Hastalara Johann Strauss gibi ünlü müzisyenlerin eserlerini dinlettikten sonra hastaların olumlu yönde etkilendikleri görüldü. Uzmanlar fazla gürültülü müzikler hariç her türlü müziğin sinirleri dinlendirdiği ve stres hormonlarını azalttığını savunuyorlar. Sık sık çok sesli müzik dinleyen kişilerin daha az kalp ve tansiyon sorunlarıyla karşılaştıklarını belirtiyor. Bu arada en az kalp krizi geçirenlerin de Klasik müzikle uğraşan veya dinleyenler oldukları söyleniyor.
Müzikle ilgili en önemli saptamalardan biri de, müzikle ilgilenen çocukların matematik derslerinde daha başarılı olması. California Üniversitesi’nden Gordon Show yakın zamanda yaptığı bir araştırmada yedinci sınıfa giden üç gurup öğrenciyi incelemiş. 26 (yirmi altı)öğrenci piyano dersi ve videodan matematikle ilgili bir oyun, 29 (yirmi dokuz)öğrenciye İngilizce ve gene aynı matematik oyununu vermiş.28 (yirmi sekiz) öğrenciyse özel bir ders almamış. Dört ay sonra piyano dersi alan öğrenciler matematik dersi alan diğer öğrencilere göre matematik dersinde yüzde 15-41 (onbeş-kırkbir) oranında daha başarılı olmuştur. Bu gelişme; müzikle matematik arasında doğrudan bir bağlantı olduğunun işareti olarak kabul görmüştür.
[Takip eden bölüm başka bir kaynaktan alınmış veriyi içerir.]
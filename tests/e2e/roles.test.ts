/**
 * Browser: each demo role signs in through the form at phone and wide widths, sees the sections
 * its role allows (and not the others), with the shipped font and nothing cut off; screenshots go
 * to artifacts/screenshots (git-ignored).
 */
import { readDemoAccounts } from '@/server/services/seed';
import { ROLE_LABELS } from '@/lib/auth/roles';
import { layoutProblems, openBrowser, screenshot, signInThroughForm, VIEWPORTS } from '@/tests/support/browser';
import { startServerProcess } from '@/tests/support/server-process';
import type { ServerProcess } from '@/tests/support/server-process';

let srv: ServerProcess;
beforeAll(async () => {
  srv = await startServerProcess();
});
afterAll(async () => {
  await srv?.stop();
});

const accounts = readDemoAccounts();

describe.each(Object.entries(VIEWPORTS))('at %s width', (vpName, viewport) => {
  it('the signed-out page shows the sign-in form in the shipped font', async () => {
    const b = await openBrowser(viewport);
    try {
      await b.page.goto(`${srv.url}/batches`, { waitUntil: 'load' });
      await b.page.getByTestId('sign-in-form').waitFor();
      expect(await b.page.evaluate(() => document.fonts.check('16px PlexSans'))).toBe(true);
      const family = await b.page.getByText('Sign in', { exact: true }).first().evaluate((el) => getComputedStyle(el).fontFamily);
      expect(family).toContain('PlexSans');
      expect(await layoutProblems(b.page)).toEqual([]);
      await screenshot(b.page, `sign-in-${vpName}`);
      await b.page.getByTestId('email').fill('ada.okafor@kestrel-pv.example');
      await b.page.getByTestId('password').fill('not-the-password');
      await b.page.getByTestId('sign-in-submit').click();
      await b.page.getByTestId('form-error').waitFor();
      expect(await b.page.getByTestId('form-error').innerText()).toMatch(/do not match/i);
    } finally {
      await b.close();
    }
  });

  it.each(accounts.map((a) => [a.role, a] as const))('%s signs in and sees what the role allows', async (role, account) => {
    const b = await openBrowser(viewport);
    try {
      await signInThroughForm(b.page, srv.url, account.email, account.password);
      await b.page.getByText(ROLE_LABELS[role], { exact: false }).first().waitFor();
      const isAdmin = role === 'admin';
      expect(await b.page.getByTestId('nav-users').count()).toBe(isAdmin ? 1 : 0);
      expect(await b.page.getByTestId('nav-outbox').count()).toBe(isAdmin ? 1 : 0);
      expect(await b.page.getByTestId('hv-caution').count()).toBe(1);
      expect(await layoutProblems(b.page)).toEqual([]);
      await screenshot(b.page, `overview-${role}-${vpName}`);

      if (isAdmin) {
        await b.page.getByTestId('nav-users').click();
        await b.page.getByTestId('users-screen').waitFor();
        for (const a of accounts) await b.page.getByTestId(`user-${a.email}`).waitFor();
        expect(await layoutProblems(b.page)).toEqual([]);
        await screenshot(b.page, `users-admin-${vpName}`);
      } else {
        // Typing the admin address does not open the admin screen for other roles.
        await b.page.goto(`${srv.url}/admin/users`, { waitUntil: 'load' });
        await b.page.getByTestId('overview-screen').waitFor();
        expect(await b.page.getByTestId('users-screen').count()).toBe(0);
      }

      await b.page.goto(`${srv.url}/account`, { waitUntil: 'load' });
      await b.page.getByTestId('account-screen').waitFor();
      expect(await b.page.getByTestId('account-role').innerText()).toBe(ROLE_LABELS[role]);
      await b.page.getByTestId('sign-out').click();
      await b.page.getByTestId('sign-in-form').waitFor();
    } finally {
      await b.close();
    }
  });

  it('an unknown address shows the not-found page', async () => {
    const b = await openBrowser(viewport);
    try {
      const a = accounts.find((x) => x.role === 'designer')!;
      await signInThroughForm(b.page, srv.url, a.email, a.password);
      await b.page.goto(`${srv.url}/no/such/page`, { waitUntil: 'load' });
      await b.page.getByTestId('not-found').waitFor();
      await screenshot(b.page, `not-found-${vpName}`);
    } finally {
      await b.close();
    }
  });
});
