/**
 * Browser: a test engineer submits a demo batch for review; the QA lead judges it against a
 * spec, sees the failing devices with their reasons and releases it; the batch turns read-only.
 */
import { layoutProblems, openBrowser, screenshot, signInThroughForm, VIEWPORTS } from '@/tests/support/browser';
import { startServerProcess } from '@/tests/support/server-process';
import type { ServerProcess } from '@/tests/support/server-process';

let srv: ServerProcess;
beforeAll(async () => {
  srv = await startServerProcess();
});
afterAll(async () => {
  await srv?.stop();
});

async function openBatch(page: import('playwright-core').Page, name: string) {
  await page.goto(`${srv.url}/batches`, { waitUntil: 'load' });
  await page.getByTestId(`batch-${name}`).click();
  await page.getByTestId('review-panel').waitFor();
}

it('submit, judge, release at phone and wide width', async () => {
  const batch_name = 'KF-M60 line 2, lot 2611';
  // QA lead writes the spec the batch is judged against.
  const qa = await openBrowser(VIEWPORTS.wide);
  try {
    await signInThroughForm(qa.page, srv.url, 'quinn.mbeki@kestrel-pv.example', 'kestrel-qa-demo');
    await qa.page.goto(`${srv.url}/specs`, { waitUntil: 'load' });
    await qa.page.getByTestId('new-spec').click();
    await qa.page.getByTestId('spec-name').fill('Line release');
    await qa.page.getByTestId('limit-pmp_w-min').fill('300');
    await qa.page.getByTestId('spec-save').click();
    await qa.page.getByTestId('spec-screen').waitFor();
  } finally {
    await qa.close();
  }

  const te = await openBrowser(VIEWPORTS.phone);
  try {
    await signInThroughForm(te.page, srv.url, 'tomas.reyes@kestrel-pv.example', 'kestrel-test-demo');
    await openBatch(te.page, batch_name);
    await te.page.getByTestId('evaluation').waitFor();
    await te.page.getByTestId('review-comment').fill('Lot complete, two known defects.');
    await te.page.getByTestId('submit-review').click();
    await te.page.locator('[data-testid="state-in_review"]:visible').first().waitFor();
    await te.page.getByTestId('review-panel').scrollIntoViewIfNeeded();
    await screenshot(te.page, 'review-submitted-phone');
  } finally {
    await te.close();
  }

  const lead = await openBrowser(VIEWPORTS.wide);
  try {
    await signInThroughForm(lead.page, srv.url, 'quinn.mbeki@kestrel-pv.example', 'kestrel-qa-demo');
    await openBatch(lead.page, batch_name);
    await lead.page.getByTestId('spec-choice-Line release').click();
    await lead.page.getByTestId('evaluation').waitFor();
    // The demo lot's high-Rs module and bypass-step module are below 300 W (sample-data scenario).
    expect(await lead.page.getByTestId('count-fail').innerText()).toMatch(/2/);
    expect(await lead.page.getByTestId('evaluation').innerText()).toMatch(/M2611-009[\s\S]*pmp_w .* is below the minimum 300 W/);
    await lead.page.getByTestId('review-panel').scrollIntoViewIfNeeded();
    await screenshot(lead.page, 'review-judged-wide');
    await lead.page.getByTestId('release').click();
    await lead.page.locator('[data-testid="state-released"]:visible').first().waitFor();
    await lead.page.getByTestId('review-record').waitFor();
    expect(await lead.page.getByTestId('review-record').innerText()).toMatch(/Quinn Mbeki released[\s\S]*22 pass, 2 fail/);
    expect(await lead.page.getByTestId('upload-panel').count()).toBe(0); // released: read-only
    expect(await layoutProblems(lead.page)).toEqual([]);
    await screenshot(lead.page, 'review-released-wide');
  } finally {
    await lead.close();
  }
});
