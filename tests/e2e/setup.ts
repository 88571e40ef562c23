import { closeChromium } from '@/tests/support/browser';

// Browser tests start a server and Chromium: give each test and hook room to breathe.
jest.setTimeout(240_000);

// Each test file shares one Chromium process (tests/support/browser.ts); it ends with the file.
afterAll(async () => {
  await closeChromium();
});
Yurdumuzda hastanelerin çocuk bölümlerinde yaptığım araştırmalarda bu tür çalışmaların yeterli olmadığı düşüncesine vardım. Çocuğun anne karnındayken başlayıp ergenlik çağına kadar geçen bu sürede kadın doğum, çocuk sağlığı ve hastalıkları, fizyolog, nöroloji uzmanları ve bu konuda kendini yetiştirmiş müzisyenlerin ekip halinde çalışması gerekmektedir. Bu çalışmalarda tek ve çift yumurta ikizleri, bir annenin farklı çocukları, çeşitli gelir düzeyindeki çocuklar büyük şehir, kasaba köy çocukları ayrı ayrı ele alınmalıdır. Ayrıca annenin doğum yaptığı yaşlar bu çalışmalarda ayrıca değerlendirilmelidir.
Cumhuriyetimizin kurulmasından sonra ‘’MÜZİK ZEVKİNİ HESABA KATMADAN BİR ULUSU YETİŞTİRMEK MÜMKÜN DEĞİLDİR’’ diyen M.K. ATATÜRK 1924 yılında Musiki Muallim Mektebini bunu takiben Ankara Devlet Konservatuarını ve Cumhurbaşkanlığı Senfoni Orkestrasını kurarak; çok sesli müzik ve çok sesli düşünce yönünde ilk adımları atmıştır. (bkz: SEÇ HABER Mustafa Kemal ve Türk Opera Sanatı isimli yazım 9/11/2015)
17 Nisan 1940 tarihinde zamanın Cumhurbaşkanı İsmet İnönü önderliğinde kurulan Köy Enstitüleri’ne her türlü müzik aleti alınarak çok küçük yaşlarda bu okulların öğrencisi olan köy çocuklarının çok sesli müzikle tanışarak beyin güçlerine katkıda bulunulmaya çalışılmıştır.
Sonraki senelerde çeşitli politik nedenlerle Köy Enstitüleri kapatılmış, bir müddet Öğretmen Okullarıyla Köy Enstitüleri ruhu yaşatılmıştır. Gerek Köy Enstitülerinden gerekse Öğretmen Okullarından zekâ seviyesi yüksek öğretmen sanatçı ve bilim insanı yetişmiştir.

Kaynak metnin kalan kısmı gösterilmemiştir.